03 Conduct: actus reus Flashcards
What is the Voluntariness Requirement?
- Lord Denning - ‘the requirement that it should be a voluntary act is essential…in every criminal case’ - Bratty [1963]
- If the defendant is not acting voluntarily then they are acting as an automaton - AG’s ref. 2/92
- G. Williams questions this rule as there are some exceptions; 1) where there is liability for omission - Speck 2) where the actus reus is a state of affairs - possession of drugs 3) where the defendant is liable for the acts of another
Omissions?
- There is generally no liability for omissions under English law
- There is only liability when the defendant has breached a duty of care i.e. in Stone & Dobinson [1977]
In which 6 situations will there be a duty to act?
1 - Statutory Duty: i.e. refusing to give a breath sample under the Road Traffic Act 1998 s.6
2 - Law Enforcement: Policemen have a duty to aid members of the public in danger - Dytham [1979]
3 - Contractual Duty: A contract may create a duty to aid another and there may be criminal repercussions if they fail - Pittwood [1902]
4 - Assumed Duties: Voluntarily assuming somebody’s welfare can create a duty of care - Evans [2009]/Stone & Dobinson [1977]/Gibbons & Proctor [1919]
5 - Continuing Act: This may look like an omission but the actus reus and mens rea marry up - Fagan [1969]
6 - Creation of Danger: Creating a danger i.e. a fire may create a duty to act to avoid causing danger - Miller [1983]
What is required if there is a Duty to Act?
- Reasonableness Test: If it was reasonable for the defendant to act then they will be liable - i.e. saving a child drowning in a pool
- Equally if it would be unreasonable to act then there is no liability - i.e. running into a collapsing building
- The defendant cannot be convicted if the result would have occurred even with their intervention
Distinguishing Between Acts and Omissions
- Ashworth argues that many cases are ambiguous i.e. Speck [1977]

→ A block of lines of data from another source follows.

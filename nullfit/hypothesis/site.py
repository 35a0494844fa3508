"""`Site`: where the table stands, and how its reference mark and positive sense are oriented.

Conventions (``docs/conventions.md``): geodetic WGS84 latitude (north-positive) and longitude
(**east-positive**), elevation in metres; compass azimuths from north through east.  The table
angle θ is measured from the reference mark in the table's positive sense: with the mark's
azimuth ``m`` a compass azimuth ``α`` lies at ``θ = α − m`` for a table turning clockwise seen
from above, and ``θ = m − α`` for a counterclockwise one (:meth:`Site.table_angle_deg`).
"""

from __future__ import annotations

import functools
import math
from dataclasses import dataclass
from typing import Any, Mapping

import numpy as np

from ..core.render import Described, Summary
from ..reading.manifest import SENSE_ALIASES

_SITE_KEYS = ("latitude_deg", "longitude_deg", "elevation_m", "mark_azimuth_deg", "table_sense", "name")


# ============================================================================ site
def finite_number(value, name: str) -> float:
    if isinstance(value, bool) or value is None:
        raise TypeError(f"{name} must be a number, not {value!r}")
    v = float(value)
    if not math.isfinite(v):
        raise ValueError(f"{name} must be finite, not {value!r}")
    return v


def _unit_compass(az_deg: float) -> np.ndarray:
    """East/north/up unit vector of a horizontal direction at compass azimuth ``az_deg``."""
    a = math.radians(az_deg)
    return np.array([math.sin(a), math.cos(a), 0.0])


@dataclass(frozen=True)
class Site(Described):
    """Where the table stands and how it is oriented.

    Parameters
    ----------
    latitude_deg, longitude_deg
        Geodetic (WGS84) latitude, north-positive, and longitude, **east-positive**, in degrees.
    elevation_m
        Height above the WGS84 ellipsoid, metres (only the Earth-rotation preset uses it).
    mark_azimuth_deg
        Compass azimuth (from north through east, degrees) of the table's reference mark, i.e.
        of arm 1 at θ = 0.  Without it only lab-frame statements (amplitudes) are possible.
    table_sense
        The table's positive sense seen from above: ``"clockwise"`` (θ adds to the compass
        azimuth) or ``"counterclockwise"`` (θ subtracts).  Aliases cw/ccw/anticlockwise.
    name
        A label.
    """

    latitude_deg: float
    longitude_deg: float
    elevation_m: float = 0.0
    mark_azimuth_deg: float | None = None
    table_sense: str = "clockwise"
    name: str | None = None

    def __post_init__(self):
        set_ = object.__setattr__
        lat = finite_number(self.latitude_deg, "latitude_deg")
        if not -90.0 <= lat <= 90.0:
            raise ValueError(f"latitude_deg must lie in [-90, 90], not {lat}")
        lon = finite_number(self.longitude_deg, "longitude_deg")
        if not -180.0 <= lon <= 360.0:
            raise ValueError(f"longitude_deg (east-positive) must lie in [-180, 360], not {lon}")
        set_(self, "latitude_deg", lat)
        set_(self, "longitude_deg", lon)
        set_(self, "elevation_m", finite_number(self.elevation_m, "elevation_m"))
        if self.mark_azimuth_deg is not None:
            set_(self, "mark_azimuth_deg", finite_number(self.mark_azimuth_deg, "mark_azimuth_deg"))
        sense = SENSE_ALIASES.get(str(self.table_sense).strip().lower())
        if sense is None:
            raise ValueError(f"table_sense must be 'clockwise' or 'counterclockwise', not {self.table_sense!r}")
        set_(self, "table_sense", sense)
        if self.name is not None:
            set_(self, "name", str(self.name))

    @classmethod
    def from_mapping(cls, d: Mapping[str, Any]) -> "Site":
        """Build from a manifest's ``[site]`` table (keys as the constructor's; unknown keys raise)."""
        if not isinstance(d, Mapping):
            raise TypeError(f"[site] must be a table (mapping), not {type(d).__name__}")
        unknown = sorted(set(d) - set(_SITE_KEYS))
        if unknown:
            raise ValueError(f"unknown [site] key(s) {unknown}; allowed: {list(_SITE_KEYS)}")
        missing = [k for k in ("latitude_deg", "longitude_deg") if k not in d]
        if missing:
            raise ValueError(f"[site] needs {missing}")
        return cls(**{k: d[k] for k in _SITE_KEYS if k in d})

    @property
    def has_mark(self) -> bool:
        """True when the reference mark's azimuth is known (table-frame phases possible)."""
        return self.mark_azimuth_deg is not None

    def _require_mark(self, what: str) -> float:
        if self.mark_azimuth_deg is None:
            raise ValueError(
                f"{what} needs the compass azimuth of the table's reference mark: give "
                "Site(mark_azimuth_deg=...) / mark_azimuth_deg in [site]; without it only "
                "lab-frame statements (amplitudes) are possible"
            )
        return self.mark_azimuth_deg

    @property
    def _sense_sign(self) -> float:
        return 1.0 if self.table_sense == "clockwise" else -1.0

    def table_angle_deg(self, azimuth_deg):
        """Table angle θ (degrees, ``[0, 360)``) that points arm 1 at compass azimuth ``azimuth_deg``."""
        m = self._require_mark("converting a compass azimuth to a table angle")
        theta = np.mod(self._sense_sign * (np.asarray(azimuth_deg, dtype=float) - m), 360.0)
        return float(theta) if theta.ndim == 0 else theta

    def azimuth_deg(self, table_angle_deg):
        """Compass azimuth (degrees, ``[0, 360)``) of arm 1 at table angle ``table_angle_deg``."""
        m = self._require_mark("converting a table angle to a compass azimuth")
        az = np.mod(m + self._sense_sign * np.asarray(table_angle_deg, dtype=float), 360.0)
        return float(az) if az.ndim == 0 else az

    def table_axes_enu(self) -> tuple[np.ndarray, np.ndarray]:
        """East/north/up unit vectors of the table directions θ = 0° and θ = 90°."""
        m = self._require_mark("a table-frame projection")
        return _unit_compass(m), _unit_compass(m + self._sense_sign * 90.0)

    def enu_basis(self) -> np.ndarray:
        """Rows: local east, north, up unit vectors in terrestrial (ITRS) Cartesian axes."""
        phi, lam = math.radians(self.latitude_deg), math.radians(self.longitude_deg)
        sp, cp, sl, cl = math.sin(phi), math.cos(phi), math.sin(lam), math.cos(lam)
        return np.array([[-sl, cl, 0.0], [-sp * cl, -sp * sl, cp], [cp * cl, cp * sl, sp]])

    def itrs_position_m(self) -> np.ndarray:
        """Geocentric terrestrial position (x, y, z) in metres (WGS84, via astropy)."""
        return _itrs_position(self.latitude_deg, self.longitude_deg, self.elevation_m)

    def to_dict(self) -> dict:
        return {
            "latitude_deg": self.latitude_deg,
            "longitude_deg": self.longitude_deg,
            "elevation_m": self.elevation_m,
            "mark_azimuth_deg": self.mark_azimuth_deg,
            "table_sense": self.table_sense,
            "name": self.name,
        }

    def summary(self) -> Summary:
        rows = (
            ("latitude (geodetic)", self.latitude_deg, "deg"),
            ("longitude (east-positive)", self.longitude_deg, "deg"),
            ("elevation", self.elevation_m, "m"),
            ("reference-mark azimuth", self.mark_azimuth_deg, "deg from N through E"),
            ("table positive sense (from above)", self.table_sense, ""),
        )
        notes = () if self.has_mark else ("no mark azimuth: only lab-frame statements (amplitudes)",)
        return Summary(title="Site" + (f": {self.name}" if self.name else ""), rows=rows, notes=notes)


@functools.lru_cache(maxsize=64)
def _itrs_position(lat: float, lon: float, h: float) -> np.ndarray:
    import astropy.units as u
    from astropy.coordinates import EarthLocation

    loc = EarthLocation.from_geodetic(lon * u.deg, lat * u.deg, h * u.m, ellipsoid="WGS84")
    pos = np.array([loc.x.to_value(u.m), loc.y.to_value(u.m), loc.z.to_value(u.m)])
    pos.setflags(write=False)
    return pos
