def _time_column(series, col: str, src: str, rows: np.ndarray, declared: str | None, origin: str, mode=None):
    """Read the time column: ``("abs", ns, ok)`` for absolute times or ``("rel", seconds)``."""
    import pandas as pd

    kind = _kind(series)

    def refuse_numbers():
        raise ScanError(f"{where(src, None, col)}: the time column holds numbers, although {origin} = 'iso' "
                        "declares ISO-8601 timestamps; the manifest contradicts the log")

    if kind == "datetime":
        if declared == "s":
            raise ScanError(f"{where(src, None, col)}: the time column holds timestamps, although {origin} = 's' "
                            "declares seconds; the manifest contradicts the log")
        ser = series.dt.tz_localize("UTC") if series.dt.tz is None else series.dt.tz_convert("UTC")
        return _datetimes_to_ns(ser, series, col, src, rows)
    if kind == "timedelta":
        if declared == "iso":
            refuse_numbers()
        ns = series.dt.as_unit("ns").to_numpy(dtype="timedelta64[ns]")
        sec = ns.astype(np.int64).astype(float) / NS_PER_S
        sec[np.isnat(ns)] = np.nan
        return ("rel", sec)
    if kind == "numeric":
        if declared == "iso":
            refuse_numbers()
        vals = series.to_numpy(dtype=float, na_value=np.nan)
        ints = None
        if pd.api.types.is_integer_dtype(series.dtype) and not series.isna().any():  # whole seconds: exact
            ints = series.to_numpy(dtype=np.int64)
        return _numbers_to_time(vals, None, col, src, rows, mode, ints)
    if kind in ("bool", "complex"):
        raise ScanError(f"{where(src, None, col)}: the time column holds "
                        f"{'true/false values' if kind == 'bool' else 'complex numbers'}, not times")
    if isinstance(series.dtype, pd.StringDtype):  # text from a CSV file: vectorised
        stripped = series.str.strip()
        missing = (stripped.isna() | stripped.str.lower().isin(NA_TOKENS)).to_numpy(dtype=bool)
        num = pd.to_numeric(stripped.where(~missing), errors="coerce").to_numpy(dtype=float, na_value=np.nan)
        bad = np.isnan(num) & ~missing
        if not bad.any():
            if declared == "iso" and (~missing).any():
                refuse_numbers()
            return _numbers_to_time(num, lambda: stripped.fillna("nan").to_numpy(dtype=str), col, src, rows, mode)
        values = series.to_numpy(dtype=object)
    else:
        values = series.to_numpy(dtype=object)
        num, missing, bad = _token_values(values)
        if not bad.any():
            if declared == "iso" and (~missing).any():
                refuse_numbers()

            def text():  # the decimal text of every value, for exact Unix times
                return np.array([v.strip() if isinstance(v, str) else str(v) if isinstance(v, Decimal)
                                 else repr(float(x)) for v, x in zip(values, num)])

            return _numbers_to_time(num, text, col, src, rows, mode)
    first_bad = int(np.flatnonzero(bad)[0])
    if declared == "s":
        raise _bad_value(src, rows[first_bad], col, values[first_bad],
                         f"is not a number of seconds, although {origin} = 's' declares seconds; "
                         "the manifest contradicts the log")
    # ISO-8601 timestamps?
    text = np.array([isinstance(v, str) for v in values])
    tokens = pd.Series([v.strip() if isinstance(v, str) and not m else None for v, m in zip(values, missing)],
                       dtype=object)
    try:
        parsed = pd.to_datetime(tokens, utc=True, format="ISO8601", errors="coerce")
    except (ValueError, TypeError, OverflowError):
        parsed = None
    present = np.flatnonzero(~missing)
    if parsed is None or parsed.isna().to_numpy()[present[0]]:
        raise _bad_value(src, rows[first_bad], col, values[first_bad],
                         "is neither a number of seconds nor an ISO-8601 timestamp")
    failed = (parsed.isna().to_numpy() | ~text) & ~missing
    if failed.any():
        i = int(np.flatnonzero(failed)[0])
        raise _bad_value(src, rows[i], col, values[i], "is not an ISO-8601 timestamp (like the rows above)")
    return _datetimes_to_ns(parsed, tokens, col, src, rows)


def _datetimes_to_ns(ser, original, col, src, rows):
    """int64 nanoseconds of a UTC datetime Series (NaT → not ok)."""
    import pandas as pd

    try:
        ns_ser = ser.dt.as_unit("ns")
    except (pd.errors.OutOfBoundsDatetime, OverflowError, ValueError):
        lo, hi = pd.Timestamp.min.tz_localize("UTC"), pd.Timestamp.max.tz_localize("UTC")
        out = ((ser < lo) | (ser > hi)).to_numpy()
        i = int(np.flatnonzero(out)[0]) if out.any() else 0
        raise _bad_value(src, rows[i], col, original.iloc[i], "lies outside the years 1678–2261") from None
    ok = ~ns_ser.isna().to_numpy()
    ns = np.zeros(len(ns_ser), np.int64)
    ns[ok] = ns_ser[ok].to_numpy(dtype="datetime64[ns]").astype(np.int64)
    return ("abs", ns, ok)


def _numbers_to_time(vals: np.ndarray, text, col, src, rows, mode=None, ints=None):
    """Relative seconds, or Unix seconds (first finite value > 1e8, unless ``mode`` says which)
    converted exactly to ns: from whole numbers (``ints``), from their decimal text (``text()``,
    when given) or from the floats' shortest representation."""
    fin = np.flatnonzero(np.isfinite(vals))
    if mode == "rel" or (mode is None and (fin.size == 0 or not vals[fin[0]] > UNIX_THRESHOLD_S)):
        return ("rel", vals)
    over = np.isfinite(vals) & ~(np.abs(vals) < UNIX_MAX_S)
    if over.any():
        i = int(np.flatnonzero(over)[0])
        raise ScanError(f"{where(src, int(rows[i]), col)}: time {vals[i]:.9g} s is too large in magnitude for Unix "
                        f"seconds (limit {UNIX_MAX_S:.2g} s, the year 2261); not a time in seconds")
    if ints is not None:
        return ("abs", ints * NS_PER_S, np.ones(ints.size, bool))
    ns, ok = float_seconds_to_ns(vals)
    if text is not None:  # texts with more than 15 significant digits: exact decimal conversion
        txt = text()
        long = np.char.str_len(txt) > 16
        if long.any():
            ns_l, ok_l = decimal_seconds_to_ns(txt[long])
            ns[long], ok[long] = ns_l, ok_l & np.isfinite(vals[long])
    return ("abs", ns, ok)


# ---------------------------------------------------------------------------------- the frame
def check_options(angle_unit, signal_unit, nonfinite) -> None:
    """Refuse bad option values (they often come straight from a command line) with a ScanError."""
    if angle_unit is not None and angle_unit not in ("deg", "rad"):
        raise ScanError(f"angle_unit must be 'deg' or 'rad', not {angle_unit!r}")
    if signal_unit is not None and signal_unit not in SIGNAL_UNITS:
        raise ScanError(f"signal_unit must be 'fringe' or 'fractional', not {signal_unit!r}")
    if nonfinite not in ("drop", "raise"):
        raise ScanError(f"nonfinite must be 'drop' or 'raise', not {nonfinite!r}")


class Plan:
    """Which column plays which role and in which unit, for one table (see :func:`frame_fields`)."""

    def __init__(self, names, src, man, kw, angle_unit, signal_unit):
        self.src, self.man = src, man
        self.cols, self.aux = resolve_columns(names, kw, man, src)
        units = dict(man.units) if man is not None else {}
        self.mpath = man.path if man is not None and man.path else "the manifest"
        self.time_declared = units.get("time")
        self.time_origin = f"{self.mpath} [units] time" if self.time_declared else ""
        self.start_ns = utc_to_ns(man.start_utc) if man is not None and man.start_utc else None
        if angle_unit is not None:
            self.angle_unit, self.angle_origin = angle_unit, f"angle_unit={angle_unit!r}"
        elif "angle" in units:
            self.angle_unit, self.angle_origin = units["angle"], f"{self.mpath} [units] angle = {units['angle']!r}"
        else:
            self.angle_unit, self.angle_origin = "deg", "the default"
        if signal_unit is not None:
            self.signal_unit, self.signal_origin = signal_unit, f"signal_unit={signal_unit!r}"
        elif "signal" in units:
            self.signal_unit, self.signal_origin = units["signal"], f"{self.mpath} [units] signal = {units['signal']!r}"
        elif man is not None and "signal" in man.apparatus:
            self.signal_unit = man.apparatus["signal"]
            self.signal_origin = f"{self.mpath} [apparatus] signal = {man.apparatus['signal']!r}"
        else:
            self.signal_unit, self.signal_origin = "fringe", "the default unit, 'fringe'"

    def numbers(self, col, name: str, rows: np.ndarray) -> np.ndarray:
        """float64 values of a column (NaN where missing); a non-numeric entry is a ScanError."""
        if is_arrow(col):
            vals = arrow_numeric(col)
            if vals is not None:
                return vals
            col = col.to_pandas()
        return _numeric_column(col, name, self.src, rows)


class TimeDecoder:
    """Relative seconds and the epoch from the time column, fed whole or chunk by chunk: the first
    finite value decides between relative and Unix seconds, the first valid absolute time fixes
    the epoch (and is checked against the manifest's ``start_utc``) for every later chunk."""

    def __init__(self, plan: Plan):
        self.plan = plan
        self.mode = None  # "abs" or "rel", once a finite value has been seen
        self.epoch = None
        self._shift = None  # seconds added to relative times (manifest start_utc)

    def decode(self, col, rows: np.ndarray) -> np.ndarray:
        plan, name = self.plan, self.plan.cols["time"]
        info = arrow_time_values(col, name, plan.src, rows, plan.time_declared, self.mode) if is_arrow(col) else None
        if info is None:
            series = col.to_pandas() if is_arrow(col) else col
            info = _time_column(series, name, plan.src, rows, plan.time_declared, plan.time_origin, self.mode)
        if info[0] == "abs":
            _, ns, ok = info
            if self.mode is None and ok.any():
                self.mode = "abs"
            if self.epoch is None and ok.any():
                i = int(np.argmax(ok))
                first = int(ns[i])
                self.epoch = first // NS_PER_S
                if plan.start_ns is not None and abs(first - plan.start_ns) > START_TOLERANCE_S * NS_PER_S:
                    raise ScanError(f"{where(plan.src, int(rows[i]), name)}: the log starts at {ns_to_iso(first)} "
                                    f"but {plan.mpath} [time] start_utc = {plan.man.start_utc} "
                                    f"({(first - plan.start_ns) / NS_PER_S:+.6g} s); the manifest contradicts the log")
            if self.epoch is None:
                return np.full(ns.size, np.nan)
            if ok.all() and ns.flags.writeable:  # relative seconds over the nanoseconds: no second array
                ns -= self.epoch * NS_PER_S
                t = ns.view(np.float64)
                np.true_divide(ns, NS_PER_S, out=t)
                return t
            t = (np.where(ok, ns, self.epoch * NS_PER_S) - self.epoch * NS_PER_S).astype(float) / NS_PER_S
            t[~ok] = np.nan
            return t
        t = np.asarray(info[1], dtype=float)
        fin = np.isfinite(t)
        if self.mode is None and fin.any():
            self.mode = "rel"
            first = float(t[int(np.argmax(fin))])
            if plan.start_ns is not None and abs(first) <= UNIX_THRESHOLD_S:
                first_abs = plan.start_ns + int(np.floor(first * NS_PER_S))
                self.epoch = first_abs // NS_PER_S
                self._shift = (plan.start_ns - self.epoch * NS_PER_S) / NS_PER_S
        return t + self._shift if self._shift is not None else t


class SignalUnitCheck:
    """Is the signal plausibly in its declared unit?  A fractional-frequency log whose typical
    |value| (median over the finite values, to 0.07 %: :mod:`nullfit.reading.histogram`) exceeds
    :data:`FRACTIONAL_MAX` is not Δν/ν; a fringe log whose every |value| is below
    :data:`FRINGE_MIN` looks like Δν/ν.  Fed whole or chunk by chunk."""

    def __init__(self, plan: Plan):
        self.plan = plan
        self.hist = LogHistogram()
        self.max = 0.0

    def add(self, y: np.ndarray) -> None:
        if y.size == 0:
            return
        finite = np.isfinite(y)
        if finite.all() and self.plan.signal_unit != "fractional":  # only the largest |value| matters
            self.max = max(self.max, abs(float(y.min())), abs(float(y.max())))
            return
        fin = np.abs(y[finite])
        if fin.size:
            self.max = max(self.max, float(fin.max()))
            if self.plan.signal_unit == "fractional":
                self.hist.add(fin)

    def check(self) -> None:
        plan = self.plan
        src, col, unit, origin = plan.src, plan.cols["signal"], plan.signal_unit, plan.signal_origin
        if unit == "fractional":
            med = self.hist.median()
            if med is not None and med > FRACTIONAL_MAX:
                raise ScanError(f"{where(src, None, col)}: values of typical size {med:.3g} are not fractional "
                                f"frequency offsets Δν/ν (declared by {origin}); the unit contradicts the log")
        if unit == "fringe" and 0 < self.max < FRINGE_MIN:
            raise ScanError(f"{where(src, None, col)}: every value is below {FRINGE_MIN:g} fringe (declared by "
                            f"{origin}); they look like a fractional frequency Δν/ν: set signal_unit='fractional'")


def release_arrow_memory() -> None:
    """Hand the memory of Arrow columns already converted back to the system: Arrow's allocator
    keeps freed blocks for itself, where the numpy arrays made next cannot use them (a CSV time
    column read as decimals is twice the size of its float64 values)."""
    pa = sys.modules.get("pyarrow")
    if pa is not None:
        pa.default_memory_pool().release_unused()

- Omissions are deemed less morally culpable
- DPP v Santa-Bermudez [2003]: the defendant was found guilty of battery for what looked like an omission
- Bland [1993]: the leading case on the distinction. Withdrawal of treatment was characterised as an omission and in normal cases would have been a breach of duty, but the treatment was not in his best interest
Situational Offences?
- These are where a person is guilty for being in a particular situation i.e. drunk in possession of a vehicle
- Larsonneur [1933] is an early example of this
- In Winzar [1983] the drunk defendant was moved onto the road by the police but still convicted
`But For’ Causation:
- A cause cannot be a legal cause unless it is a factual cause, but not all factual causes are legal causes - Hughes [2013]
- White [1910] demonstrates factual causation - the victim’s heart-attack was unrelated to his poisoning
- This is a good starting point for determining who isn’t liable but is too broad to be used as the general test for causation
Two Tests for Legal Causation:
1 - Substantial: Cheshire [1991] - an act must contribute ‘a significant extent’ to be substantial. It must not be ‘slight or trifling’ - Kimsey [1996]
- Operating: The act of the defendant must be an operating cause, not the novus actus interveniens of another as in Rafferty [2007]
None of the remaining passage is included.